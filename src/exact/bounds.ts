import { floorSqrt } from "./integer.js";
import type { Terms } from "./terms.js";

/** Whole numbers with lower ≤ 2^bits · den · x ≤ upper; equal where x is rational. */
export interface ScaledBounds {
  readonly lower: bigint;
  readonly upper: bigint;
}

/**
 * Encloses a real number in fixed point: each |x| √r is the whole part of √(x² r 4^bits), and less than one unit more.
 *
 * @param a - a real number; its imaginary parts are not looked at
 * @param bits - binary places
 */
export function scaledBounds(a: Terms, bits: number): ScaledBounds {
  const shift = BigInt(bits);
  let lower = 0n;
  let upper = 0n;
  for (let k = 0; k < a.roots.length; k++) {
    const root = a.roots[k] as bigint;
    const x = a.re[k] as bigint;
    if (root === 1n) {
      lower += x << shift;
      upper += x << shift;
      continue;
    }
    // the root of a non-square is irrational, so it lies strictly between
    const whole = floorSqrt((x * x * root) << (2n * shift));
    lower += x > 0n ? whole : -whole - 1n;
    upper += x > 0n ? whole + 1n : -whole;
  }
  return { lower, upper };
}

/** Binary places of the first attempt; doubled until the answer is certain. */
const FIRST_BITS = 32;

/**
 * The sign of a real number. Zero is the empty sum; everything else is bounded away from zero, so that doubling the precision
 * ends.
 */
export function signOfReal(a: Terms): -1 | 0 | 1 {
  if (a.roots.length === 0) return 0;
  const allPositive = a.re.every((x) => x > 0n);
  if (allPositive) return 1;
  if (a.re.every((x) => x < 0n)) return -1;
  for (let bits = FIRST_BITS; ; bits *= 2) {
    const { lower, upper } = scaledBounds(a, bits);
    if (lower > 0n) return 1;
    if (upper < 0n) return -1;
  }
}
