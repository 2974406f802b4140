import { expect } from "vitest";
import {
  type BasisState,
  type FindOptions,
  findGoodBasis,
  type GoodBasis,
  Operator,
  type Problem,
  type Study,
} from "../../src/index.js";
import type { Complex } from "../../src/numerics/complex.js";
import { perturb } from "../../src/perturb/perturb.js";

/** A value and how often it occurs. */
export type Multiple = readonly [value: number, times: number];

/** A number with its rigorous bound. */
export interface Enclosed {
  readonly value: number;
  readonly plusMinus: number;
}

/** A label to look for. */
export type Wanted = number | Complex;

/** The certified basis of a problem that must come out good. */
export function goodBasis<K extends string = never, P extends string = string>(
  problem: Problem<K, P>,
  options: FindOptions = {},
): GoodBasis<K> {
  const outcome = findGoodBasis(problem, options);
  if (outcome.verdict === "good") return outcome.basis;
  const reasons = outcome.levels.flatMap((level) => level.questions.map((question) => question.message));
  throw new Error(`expected a good basis, got ${outcome.verdict}: ${reasons.join("; ")}`);
}

/** The one state at an energy that carries all the labels given. */
export function pick<K extends string>(
  basis: { readonly states: readonly BasisState<K>[] },
  energy: number,
  labels: Partial<Record<K, Wanted>> = {},
): BasisState<K> {
  const found = basis.states.filter(
    (state) =>
      Math.abs(state.energy - energy) <= 1e-9 * (1 + Math.abs(energy)) &&
      Object.entries<Wanted | undefined>(labels).every(([name, value]) => carries(state, name, value)),
  );
  const [state] = found;
  if (state !== undefined && found.length === 1) return state;
  const list = basis.states.map(
    (other) =>
      `${other.energy}: ${Object.entries<BasisState["labels"][string]>(other.labels).map(([k, l]) => `${k} = ${l.text}`)}`,
  );
  throw new Error(`${found.length} states at ${energy} carry ${JSON.stringify(labels)}, of ${list.join("; ")}`);
}

function carries(state: BasisState, name: string, value: Wanted | undefined): boolean {
  const label = state.labels[name];
  if (label === undefined || value === undefined || label.status === "not sharp") return false;
  const { re, im } = typeof value === "number" ? { re: value, im: 0 } : value;
  return Math.hypot(label.re - re, label.im - im) <= label.radius + 1e-9;
}

/** All states of the level at an energy. */
export function levelAt<K extends string>(basis: GoodBasis<K>, energy: number): readonly BasisState<K>[] {
  const level = basis.levels.find((other) => Math.abs(other.energy - energy) <= 1e-9 * (1 + Math.abs(energy)));
  if (level === undefined) throw new Error(`no level at ${energy}, only ${basis.levels.map((other) => other.energy)}`);
  return basis.states.slice(level.firstState, level.firstState + level.degeneracy);
}

/** The first-order shift of a state by the only perturbation, or by the one named. */
export function shift(state: BasisState, perturbation?: string): Enclosed {
  const found = state.shifts.find((other) => perturbation === undefined || other.perturbation === perturbation);
  if (found === undefined) throw new Error(`no shift by ${perturbation}`);
  return found;
}

/** The second-order energy of a state under the only perturbation. */
export function second<K extends string>(basis: GoodBasis<K>, state: BasisState<K>): Enclosed {
  const found = perturb(basis, { order: 2, select: [state.index] }).states[0]?.second?.[0]?.[0];
  if (found === undefined) throw new Error(`no second order for state ${state.index}`);
  return found;
}

/** A bounded number is within the tolerance of the closed form, and its bound covers it and is good for seven digits. */
export function expectEnclosed(found: Enclosed, exact: number, tolerance: number): void {
  const distance = Math.abs(found.value - exact);
  expect(distance, `${found.value} against ${exact}`).toBeLessThanOrEqual(tolerance);
  expect(distance, `${found.value} ± ${found.plusMinus} covers ${exact}`).toBeLessThanOrEqual(
    found.plusMinus + 4 * Number.EPSILON * Math.abs(exact),
  );
  const useful = 1e-7 * Math.max(1, Math.abs(exact));
  expect(found.plusMinus, "the bound itself").toBeLessThanOrEqual(useful);
}

/** A number is within the tolerance of a value that is printed to some digits only. */
export function expectNear(found: number, expected: number, tolerance: number): void {
  expect(Math.abs(found - expected), `${found} against ${expected}`).toBeLessThanOrEqual(tolerance);
}

/** The numbers are these values, each so many times, in any order. */
export function expectValues(found: Iterable<number>, expected: readonly Multiple[], tolerance: number): void {
  const sorted = [...found].sort((a, b) => a - b);
  const wanted = expected.flatMap(([value, times]) => new Array<number>(times).fill(value)).sort((a, b) => a - b);
  expect(sorted.length, `${sorted}`).toBe(wanted.length);
  wanted.forEach((value, k) => {
    expectNear(sorted[k] ?? Number.NaN, value, tolerance);
  });
}

/** All first-order shifts of a basis. */
export function shifts(states: readonly BasisState[]): number[] {
  return states.map((state) => shift(state).value);
}

/** The energies of a matrix by diagonalising it outright: a problem without perturbation. */
export function bruteForce(matrix: Operator): number[] {
  return solved(matrix).states.map((state) => state.energy);
}

/** A matrix diagonalised outright, with candidates to name its states. */
export function solved<K extends string = never>(
  matrix: Operator,
  candidates?: Problem<K>["candidates"],
): GoodBasis<K> {
  const problem: Problem<K> = { h0: matrix, v: Operator.zero(matrix.n) };
  return goodBasis(candidates === undefined ? problem : { ...problem, candidates });
}

/** The coefficient of a state at a ket. */
export function coefficient({ vector }: BasisState, ket: number): Complex {
  const place = vector.kets.indexOf(ket);
  if (place < 0) return { re: 0, im: 0 };
  return { re: vector.re[place] ?? 0, im: vector.im?.[place] ?? 0 };
}

/** |⟨ket|state⟩|². */
export function weight(state: BasisState, ket: number): number {
  const { re, im } = coefficient(state, ket);
  return re * re + im * im;
}

/** ⟨a|b⟩ of states of two bases over the same n kets. */
export function overlap(a: BasisState, b: BasisState, n: number): Complex {
  let re = 0;
  let im = 0;
  for (let ket = 0; ket < n; ket++) {
    const x = coefficient(a, ket);
    const y = coefficient(b, ket);
    re += x.re * y.re + x.im * y.im;
    im += x.re * y.im - x.im * y.re;
  }
  return { re, im };
}

/** Every state of the study is safe at all orders. */
export function expectAllOrders(study: Pick<Study, "states">): void {
  for (const state of study.states) expect(state.safe, state.limitedBy).toEqual({ energies: "all", states: "all" });
}

/** The Hermitian matrix of the given elements on and above the diagonal; exact integers stay exact. */
export function symmetric(
  n: number,
  elements: readonly (readonly [row: number, col: number, value: number])[],
): Operator {
  return Operator.fromTriplets(
    n,
    elements.flatMap(([row, col, value]): [number, number, number][] =>
      row === col
        ? [[row, col, value]]
        : [
            [row, col, value],
            [col, row, value],
          ],
    ),
  );
}
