import type { Fraction } from "fraction.js";
import { GoodBasisError } from "../errors.js";
import { coprimeBase, overBase } from "./coprime-base.js";
import { gcd } from "./integer.js";
import { splitSquare } from "./squarefree.js";

/** One term (re + i im) √root of a `Surd`. */
export interface SurdTerm {
  /** ≥ 1, not a square unless 1. */
  readonly root: bigint;
  /** Real part of the coefficient. */
  readonly re: Fraction;
  /** Imaginary part of the coefficient. */
  readonly im: Fraction;
}

/**
 * A number in its general form: Σ_k (re_k + i im_k) √roots_k / den, all whole numbers.
 *
 * Invariants: roots ascend, are ≥ 1, and no product of two of them is a square, so that their square roots are linearly
 * independent over Q(i) and the number is zero only as the empty sum; no term is zero; den ≥ 1 has no divisor in common with
 * all coefficients. Where `plain`, every root is known to be square-free and the form is unique.
 */
export interface Terms {
  /** Whole numbers ≥ 1 under the root, ascending. */
  readonly roots: readonly bigint[];
  /** Numerators of the real parts. */
  readonly re: readonly bigint[];
  /** Numerators of the imaginary parts. */
  readonly im: readonly bigint[];
  /** ≥ 1. */
  readonly den: bigint;
  /** Whether every root is known to be square-free. */
  readonly plain: boolean;
}

/** A sum being gathered, terms in any order, equal roots allowed. */
interface Gathered {
  readonly roots: bigint[];
  readonly re: bigint[];
  readonly im: bigint[];
}

/** Terms that a product may gather before like roots are collected: beyond this even one number is out of hand. */
const MOST_TERMS = 1 << 18;

/** Zero as an empty sum. */
export const NO_TERMS: Terms = { roots: [], re: [], im: [], den: 1n, plain: true };

/** A number with one term (re + i im) √root / den; `root` ≥ 1 may hold squares, den ≠ 0. */
export function oneTerm(re: bigint, im: bigint, root: bigint, den: bigint): Terms {
  const { square, free, certified } = splitSquare(root);
  return reduce([free], [re * square], [im * square], den, certified);
}

/** √(p / q) for p > 0 and q > 0 without common divisor: squares are looked for in each of them. */
export function rootTerm(p: bigint, q: bigint): Terms {
  const [up, down] = [splitSquare(p), splitSquare(q)];
  // √(p / q) = s √f / (t √g) = s √(f g) / (t g), and f g is square-free where f and g are
  return reduce([up.free * down.free], [up.square], [0n], down.square * down.free, up.certified && down.certified);
}

/** a + b. */
export function addTerms(a: Terms, b: Terms): Terms {
  const shared = a.den === b.den ? a.den : gcd(a.den, b.den);
  const [forA, forB] = [b.den / shared, a.den / shared];
  const scaled = (list: readonly bigint[], factor: bigint): readonly bigint[] =>
    factor === 1n ? list : list.map((n) => n * factor);
  return collect(
    {
      roots: [...a.roots, ...b.roots],
      re: [...scaled(a.re, forA), ...scaled(b.re, forB)],
      im: [...scaled(a.im, forA), ...scaled(b.im, forB)],
    },
    a.den * forA,
    a.plain && b.plain,
  );
}

/**
 * a · b.
 *
 * @throws GoodBasisError `budget` - far too many square roots
 */
export function multiplyTerms(a: Terms, b: Terms): Terms {
  const count = a.roots.length * b.roots.length;
  if (count > MOST_TERMS) {
    const message =
      `a product of numbers with ${a.roots.length} and ${b.roots.length} square roots is out of hand; ` +
      "split the space by more symmetries first, or use floating-point operators with rigorous bounds";
    throw new GoodBasisError("budget", message, { kind: "roots", most: MOST_TERMS });
  }
  const roots: bigint[] = [];
  const re: bigint[] = [];
  const im: bigint[] = [];
  for (let j = 0; j < a.roots.length; j++) {
    const [r, x, y] = [a.roots[j] as bigint, a.re[j] as bigint, a.im[j] as bigint];
    for (let k = 0; k < b.roots.length; k++) {
      const [s, u, v] = [b.roots[k] as bigint, b.re[k] as bigint, b.im[k] as bigint];
      // √r √s = g √((r/g)(s/g)) with g = gcd(r, s); square-free where r and s are
      const g = r === 1n || s === 1n ? 1n : r === s ? r : gcd(r, s);
      roots.push(g === 1n ? r * s : (r / g) * (s / g));
      const real = y === 0n && v === 0n;
      const p = real ? x * u : x * u - y * v;
      const q = real ? 0n : x * v + y * u;
      re.push(g === 1n ? p : p * g);
      im.push(g === 1n ? q : q * g);
    }
  }
  return collect({ roots, re, im }, a.den * b.den, a.plain && b.plain);
}

/** −a, and the complex conjugate, and i a, and others that only touch signs: each coefficient is mapped on its own. */
export function mapTerms(a: Terms, map: (re: bigint, im: bigint) => readonly [bigint, bigint]): Terms {
  const pairs = a.re.map((re, k) => map(re, a.im[k] as bigint));
  return { ...a, re: pairs.map(([re]) => re), im: pairs.map(([, im]) => im) };
}

/** The real part. */
export function realTerms(a: Terms): Terms {
  return reduce([...a.roots], [...a.re], a.im.map(zero), a.den, a.plain);
}

/** The imaginary part, as a real number. */
export function imaginaryTerms(a: Terms): Terms {
  return reduce([...a.roots], [...a.im], a.re.map(zero), a.den, a.plain);
}

const zero = (): bigint => 0n;

/** The terms whose root passes, over the same denominator. */
export function selectTerms(a: Terms, keep: (root: bigint) => boolean): Terms {
  const chosen = a.roots.map(keep);
  const pick = (list: readonly bigint[]): bigint[] => list.filter((_, k) => chosen[k]);
  return reduce(pick(a.roots), pick(a.re), pick(a.im), a.den, a.plain);
}

/** Brings like roots together; where a root may hide a square, over a coprime base of all of them. */
function collect(sum: Gathered, den: bigint, plain: boolean): Terms {
  const certified = plain ? true : refine(sum);
  const place = new Map<bigint, number>();
  const roots: bigint[] = [];
  const re: bigint[] = [];
  const im: bigint[] = [];
  for (let k = 0; k < sum.roots.length; k++) {
    const root = sum.roots[k] as bigint;
    const at = place.get(root);
    if (at === undefined) {
      place.set(root, roots.length);
      roots.push(root);
      re.push(sum.re[k] as bigint);
      im.push(sum.im[k] as bigint);
    } else {
      re[at] = (re[at] as bigint) + (sum.re[k] as bigint);
      im[at] = (im[at] as bigint) + (sum.im[k] as bigint);
    }
  }
  return reduce(roots, re, im, den, certified);
}

/**
 * Rewrites all roots over one coprime base of non-squares, in place.
 *
 * @returns whether every root is now known to be square-free
 */
function refine(sum: Gathered): boolean {
  const splits = coprimeBase(sum.roots).map((element) => ({ element, ...splitSquare(element) }));
  const base = splits.map(({ element }) => element);
  for (let k = 0; k < sum.roots.length; k++) {
    let { square, free } = overBase(sum.roots[k] as bigint, base);
    for (const split of splits) {
      if (split.square === 1n || free % split.element !== 0n) continue;
      free = (free / split.element) * split.free;
      square *= split.square;
    }
    sum.roots[k] = free;
    sum.re[k] = (sum.re[k] as bigint) * square;
    sum.im[k] = (sum.im[k] as bigint) * square;
  }
  return splits.every(({ certified }) => certified);
}

/** Drops zero terms, sorts by root, and takes the common divisor out. */
function reduce(roots: bigint[], re: bigint[], im: bigint[], den: bigint, plain: boolean): Terms {
  const order: number[] = [];
  for (let k = 0; k < roots.length; k++) if (re[k] !== 0n || im[k] !== 0n) order.push(k);
  if (order.length === 0) return NO_TERMS;
  if (order.length > 1) order.sort((j, k) => ((roots[j] as bigint) < (roots[k] as bigint) ? -1 : 1));
  let divisor = den < 0n ? -den : den;
  for (const k of order) {
    if (divisor === 1n) break;
    divisor = gcd(gcd(divisor, re[k] as bigint), im[k] as bigint);
  }
  if (den < 0n) divisor = -divisor;
  const pick = (list: readonly bigint[]): bigint[] =>
    order.map((k) => (divisor === 1n ? (list[k] as bigint) : (list[k] as bigint) / divisor));
  return { roots: order.map((k) => roots[k] as bigint), re: pick(re), im: pick(im), den: den / divisor, plain };
}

════════

> _PROMPT_
Go line by line through the data, copying each one that contains the word "message".

> _REPLY TO THE TASK_
  const reasons = outcome.levels.flatMap((level) => level.questions.map((question) => question.message));
    const message =
    throw new GoodBasisError("budget", message, { kind: "roots", most: MOST_TERMS });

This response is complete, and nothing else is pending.